Gambia und Senegal überraschen mit Ruhe, Vielfalt und starken Kontrasten. Der Fluss gibt den Rhythmus vor, Märkte und Dörfer zeigen das Leben abseits der Hauptstrassen.

Ich kombinierte zwei Flusskreuzfahrten mit Erkundungen im Landesinneren, begleitet von einem privaten Guide und Fahrer. So kam ich ins Gespräch, erhielt Einblicke hinter die Kulissen und erlebte Begegnungen, die in Erinnerung bleiben.

Zwischen Mangroven, Savanne und weiten Flussufern bot die Natur immer wieder starke Momente, und die Offenheit der Menschen machte die Reise besonders.

  • Orte
    Gambia und Senegal
  • Empfohlene Reisedauer
    21 Tage
  • Transportmittel
    Flusskreuzfahrtschiff, Beiboote, Pirogen, privates Fahrzeug, zu Fuss
  • Unterkunft
    Kabine auf Flusskreuzfahrtschiff, Hotel, Lodges

Reiseroute

  • Ankunft in Gambia – Sonne, Sand, Meer

    Gambia ist der kleinste Staat Afrikas auf dem Festland, am Atlantik gelegen und ansonsten vollständig von Senegal umschlossen. Der breite Gambiafluss teilt das Land in zwei Hälften.
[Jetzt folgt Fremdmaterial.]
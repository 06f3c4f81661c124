/**
 * Turns an audit action code ("member.role_changed", "invitation-sent") into words
 * ("member role changed"). Codes are the server's; unknown ones still read plainly.
 */
export function actionLabel(action: string): string {
  return action.replace(/[._-]+/g, ' ').trim();
}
    Nach über 200 Jahren britischer Kolonialherrschaft ist Gambia heute eine Präsidialrepublik, in der viele Menschen von Landwirtschaft und Fischerei leben. Nur wenige Fahrminuten von Banjul entfernt erwarten uns lange Sandstrände, Boutiquen, Restaurants und Bars.
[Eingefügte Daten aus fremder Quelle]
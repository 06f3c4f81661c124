// `npm run bench -- --only=leads`: numerical leads (honeycomb ribbons). The threshold search of
// a wide armchair and a wide zigzag lead, one self-energy with its derivative at a complex
// energy, certified pole searches of graphene dots with numerical leads (build and search
// timed apart) and a transmission sweep. Wall and CPU time of this process; the load average goes with every figure.
import { readFileSync } from 'node:fs';
import { cpuUsage } from 'node:process';
import { loadavg } from 'node:os';
import type { CavityModelInput } from '../shared/model/cavity-model';
import { buildCavitySystem, EffectiveHamiltonian } from '../shared/engine/effective-hamiltonian';
import { leadCellOf } from '../shared/engine/lead-cell';
import { leadBandEdges } from '../shared/engine/numerical-lead-bands';
import { NumericalLead } from '../shared/engine/numerical-lead';
import { findPoles } from '../shared/engine/poles';
import { transmissionSweep } from '../shared/engine/transmission';

/** Wall and CPU milliseconds of f. */
function timed<T>(f: () => T): [T, number, number] {
  const c0 = cpuUsage();
  const t0 = performance.now();
  const out = f();
  const wall = performance.now() - t0;
  const c = cpuUsage(c0);
  return [out, wall, (c.user + c.system) / 1000];
}

const ACC = 0.142;
const DX = (Math.sqrt(3) / 2) * ACC;
const DY = 1.5 * ACC;

/** A graphene rectangle covering grid columns 0..nx−1 and rows 0..ny−1 exactly, t = 2.7 eV. */
export function grapheneRectangle(nx: number, ny: number, leads: CavityModelInput['leads']): CavityModelInput {
  return {
    name: `graphene ${nx}×${ny}`,
    spacing: ACC,
    lattice: { kind: 'honeycomb', hopping: 2.7 },
    grid: { nx, ny },
    shape: { kind: 'rectangle', x0: -0.01, y0: -0.01, width: nx * DX, height: ny * DY },
    leads,
  };
}

function leadBuild(side: 'top' | 'left', width: number): Record<string, number | string> {
  const nx = side === 'top' ? width + 4 : 12;
  const ny = side === 'top' ? 8 : width + 4;
  const cell = leadCellOf(grapheneRectangle(nx, ny, [{ side, start: 2, width }]) as never, 0);
  const stats = { solves: 0 };
  const [edges, wall, cpu] = timed(() => leadBandEdges(cell, 128, stats));
  const lead = new NumericalLead({ cell, mouthSize: cell.mouth.length, coupling: cell.coupling }, { edges });
  const e = 0.5 * (edges[edges.length - 2].energy + edges[edges.length - 3].energy);
  // five energies 0.01 meV apart, so that no cached real-axis modes are reused
  const [, sWall, sCpu] = timed(() => {
    for (let k = 0; k < 5; k++) lead.selfEnergyWithDerivative(e + 0.01 * k, -10, lead.sheetAt(e));
  });
  return {
    'cell atoms': cell.size,
    thresholds: edges.length,
    'threshold search wall (ms)': Math.round(wall),
    'threshold search CPU (ms)': Math.round(cpu),
    'Hermitian decompositions': stats.solves,
    'Σ, dΣ/dz at Im z = −10 meV, wall/CPU ms': `${(sWall / 5).toFixed(1)} / ${(sCpu / 5).toFixed(1)}`,
  };
}

function dotSearch(
  doc: CavityModelInput,
  window: { emin: number; emax: number; gammaMax: number },
  sweep?: { emin: number; emax: number; points: number },
): Record<string, number | string> {
  const [system, bWall, bCpu] = timed(() => buildCavitySystem(doc));
  const op = new EffectiveHamiltonian(system);
  const [search, sWall, sCpu] = timed(() => findPoles(op, window));
  const swept: Record<string, string> = {};
  if (sweep) {
    const [, wWall, wCpu] = timed(() => transmissionSweep(op, sweep));
    swept[`transmission, ${sweep.points} energies, wall / CPU (ms)`] = `${Math.round(wWall)} / ${Math.round(wCpu)}`;
  }
  return {
    ...swept,
    atoms: op.n,
    'lead thresholds': system.leads.map((l) => l.numerical?.thresholds.length ?? 0).join(' + '),
    'build wall / CPU (ms)': `${Math.round(bWall)} / ${Math.round(bCpu)}`,
    'pole search wall / CPU (ms)': `${Math.round(sWall)} / ${Math.round(sCpu)}`,
    poles: search.poles.length,
    certified: String(search.certificate.certified),
  };
}

export function benchLeads(): Record<string, Record<string, number | string>> {
  const g1 = JSON.parse(readFileSync(new URL('../catalogue/hl-graphene-g1.json', import.meta.url), 'utf8')) as {
    model: CavityModelInput;
    poleSearch: { emin: number; emax: number; gammaMax: number };
  };
  const out: Record<string, Record<string, number | string>> = {};
  out['armchair lead, 20 dimer lines'] = leadBuild('top', 20);
  out['zigzag lead, 20 chains'] = leadBuild('left', 20);
  out['graphene dot G1 (catalogue/hl-graphene-g1.json, its window)'] = dotSearch(g1.model, g1.poleSearch);
  out['graphene 22×8 rectangle, armchair leads of 20 dimer lines top and bottom'] = dotSearch(
    grapheneRectangle(22, 8, [
      { side: 'bottom', start: 1, width: 20 },
      { side: 'top', start: 1, width: 20 },
    ]),
    { emin: 300, emax: 900, gammaMax: 200 },
    { emin: 100, emax: 2000, points: 30 },
  );
  for (const v of Object.values(out)) v['load average (1 min)'] = loadavg()[0].toFixed(2);
  return out;
}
    Ankunft in Gambia – Sonne, Sand, Meer
  • Abenteuer auf dem Gambia River beginnt

    An Bord beziehen wir unsere Kabinen. Unser Abenteuer beginnt mit der Fahrt flussaufwärts bis Tendaba, einem kleinen muslimischen Fischerdorf, wo wir vor Anker gehen. Am Abend erleben wir eine afrikanische Nacht an Bord.

    Abenteuer auf dem Gambia River beginnt
  • Im Herzen des Kiang-West-Nationalparks

    Wir fahren in Motorpirogen – kleinen kanuähnlichen Booten – übers Wasser. Wir wandern bis Batelling und entdecken den Kiang-West-Nationalpark mit seltenen Vögeln, Guinea-Pavianen, Senegal-Buschbabys und Sumpfmangusten. Auf dem Rückweg zum Schiff fahren wir in einem Safaritruck vorbei an Dörfern und erleben den Alltag vor Ort.
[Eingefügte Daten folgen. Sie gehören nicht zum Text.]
describe('geometry columns of every family', () => {
  it('files each family under its own dimension names, with the values the shape implies', async () => {
    const rows = await search({});
    expect(rows).toHaveLength(2 * (cases.length + 1));
    for (const c of cases) {
      const mine = rows.filter((r) => r.modelId === modelIds[c.key]);
      expect(mine).toHaveLength(2);
      for (const r of mine) {
        expect(r.family).toBe(c.family);
        const names = Object.keys(r.keyDimensions).sort();
        expect(names, c.key).toEqual(['area', 'height', 'width', ...ownDimensions[c.family]!].sort());
        for (const [name, value] of Object.entries(c.dims)) expect(r.keyDimensions[name], `${c.key}.${name}`).toBeCloseTo(value, 9);
        // Area = cavity sites × a²: a whole number of plaquettes.
        const plaquettes = r.keyDimensions['area']! / (a * a);
        expect(Math.abs(plaquettes - Math.round(plaquettes))).toBeLessThan(1e-9);
      }
    }
  });

  it('no longer files an ellipse as radius = rx', async () => {
    const rows = await search({ family: 'ellipse' });
    expect(rows.length).toBe(6);
    for (const r of rows) expect(r.keyDimensions['radius']).toBeUndefined();
  });

  it('every dimension filter, at several bounds, returns exactly the rows whose dimension satisfies it', async () => {
    const rows = await search({});
    for (const name of allDimensions) {
      const values = [...new Set(rows.map((r) => r.keyDimensions[name]).filter((v): v is number => v !== undefined))].sort((x, y) => x - y);
      expect(values.length, `${name} has values to filter`).toBeGreaterThan(0);
      const bounds = [values[0]! - 1, ...values, values.at(-1)! + 1];
      for (const bound of bounds) {
        const upTo = await search({ [`dim.${name}.max`]: String(bound) });
        const expectedMax = rows
          .filter((r) => r.keyDimensions[name] !== undefined && r.keyDimensions[name]! <= bound)
          .map((r) => r.id)
          .sort();
        expect(upTo.map((r) => r.id).sort(), `dim.${name}.max=${bound}`).toEqual(expectedMax);
        const from = await search({ [`dim.${name}.min`]: String(bound) });
        const expectedMin = rows
          .filter((r) => r.keyDimensions[name] !== undefined && r.keyDimensions[name]! >= bound)
          .map((r) => r.id)
          .sort();
        expect(from.map((r) => r.id).sort(), `dim.${name}.min=${bound}`).toEqual(expectedMin);
      }
    }
  });

  it('the issue case: ry ≤ 30 nm returns only the flat ellipse and the union filed under its ellipse', async () => {
    const rows = await search({ 'dim.ry.max': '30' });
    expect(new Set(rows.map((r) => r.modelId))).toEqual(new Set([modelIds['ellipse-flat'], modelIds['union']]));
    for (const r of rows) expect(r.keyDimensions['ry']).toBeLessThanOrEqual(30);
  });

  it('combines a family with a dimension filter', async () => {
    const rows = await search({ family: 'annulus', 'dim.inner.min': '10', 'dim.outer.max': '50' });
    expect(rows).toHaveLength(2);
    expect((await search({ family: 'annulus', 'dim.inner.min': '21' })).length).toBe(0);
  });

  it('sorts by every dimension, both ways, in every family: rows lacking it last ascending, first descending', async () => {
    const rows = await search({});
    const families = [...new Set(rows.map((r) => r.family))];
    const key = (r: Row, name: string) => r.keyDimensions[name] ?? Infinity;
    for (const name of allDimensions) {
      for (const dir of ['asc', 'desc'] as const) {
        for (const family of [undefined, ...families]) {
          const query: Record<string, string> = { sort: `dim.${name}`, dir };
          if (family) query['family'] = family;
          const sorted = await search(query);
          const label = `sort=dim.${name}&dir=${dir}${family ? `&family=${family}` : ''}`;
          expect(sorted.length, label).toBe(rows.filter((r) => !family || r.family === family).length);
          // The key, then energy, then id: each row after the one before it in the chosen direction.
          for (let i = 1; i < sorted.length; i++) {
            const [p, q] = [sorted[i - 1]!, sorted[i]!];
            const order = key(p, name) === key(q, name) ? (p.energy === q.energy ? 0 : p.energy - q.energy) : key(p, name) - key(q, name);
            expect(dir === 'asc' ? order <= 0 : order >= 0, `${label}: row ${i}`).toBe(true);
          }
        }
      }
    }
  });

  it('a dimension filter and a sort by the same or another dimension: the filtered rows, in order', async () => {
    const rows = await search({});
    for (const name of allDimensions) {
      const values = rows.map((r) => r.keyDimensions[name]).filter((v): v is number => v !== undefined);
      const mid = values.sort((x, y) => x - y)[Math.floor(values.length / 2)]!;
      for (const by of ['width', name, 'area']) {
        const got = await search({ [`dim.${name}.min`]: String(mid), sort: `dim.${by}`, dir: 'desc' });
        const expected = rows.filter((r) => r.keyDimensions[name] !== undefined && r.keyDimensions[name]! >= mid);
        expect(new Set(got.map((r) => r.id)), `dim.${name}.min=${mid}&sort=dim.${by}`).toEqual(new Set(expected.map((r) => r.id)));
        const keys = got.map((r) => r.keyDimensions[by] ?? Infinity);
        expect(keys, `dim.${name}.min=${mid}&sort=dim.${by}`).toEqual([...keys].sort((x, y) => y - x));
      }
    }
  });

  it('pages through a dimension sort by cursor without losing or repeating a row', async () => {
    for (const name of allDimensions) {
      const all = await search({ sort: `dim.${name}` });
      const seen: string[] = [];
      let cursor: string | undefined;
      for (let guard = 0; guard < 50; guard++) {
        const q = new URLSearchParams({ sort: `dim.${name}`, pageSize: '3', ...(cursor ? { cursor } : {}) });
        const res = await designer.get(`/api/groups/${lab.groupId}/catalogue?${q}`);
        expect(res.status, JSON.stringify(res.body)).toBe(200);
        seen.push(...(res.body.items as Row[]).map((r) => r.id));
        cursor = res.body.nextCursor ?? undefined;
        if (!cursor) break;
      }
      expect(seen, `sort=dim.${name}`).toEqual(all.map((r) => r.id));
    }
  });

  it('refuses an unknown dimension by name instead of ignoring it', async () => {
    const res = await designer.get(`/api/groups/${lab.groupId}/catalogue?dim.depth.max=3`);
    expect(res.status).toBe(400);
    expect(JSON.stringify(res.body)).toContain('dim.depth.max');
    expect(JSON.stringify(res.body)).toContain('rx');
  });

  it('a microwave model stores its mm as nm (one filter means one length)', async () => {
    const [r] = await search({ physics: 'microwave' });
    expect(r!.keyDimensions['width']).toBeCloseTo(60e6, 3);
    expect(r!.keyDimensions['height']).toBeCloseTo(40e6, 3);
  });
});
    Anschliessend erkunden wir das Bao Bolong Wetland Reserve mit seinen sechs Flussarmen – ein Paradies für Vogelbeobachtende.

    Im Herzen des Kiang-West-Nationalparks
  • Kuntaur – Erdnüsse, Schimpansen und Kultur

    Am frühen Morgen setzen wir unsere Reise flussaufwärts auf dem Gambia-Fluss fort und erreichen die geschäftige Hafenstadt Kuntaur, bekannt für ihre Erdnussproduktion – hier sehen wir mehrere Laster voller geernteter Erdnüsse. Am Nachmittag haben wir die Möglichkeit, die Baboon Island zu besuchen, Heimat eines Schimpansen-Rehabilitationsprojekts – mit etwas Glück sieht man hier Schimpansen, Flusspferde, Krokodile oder Rote Colobus-Affen vom Boot aus.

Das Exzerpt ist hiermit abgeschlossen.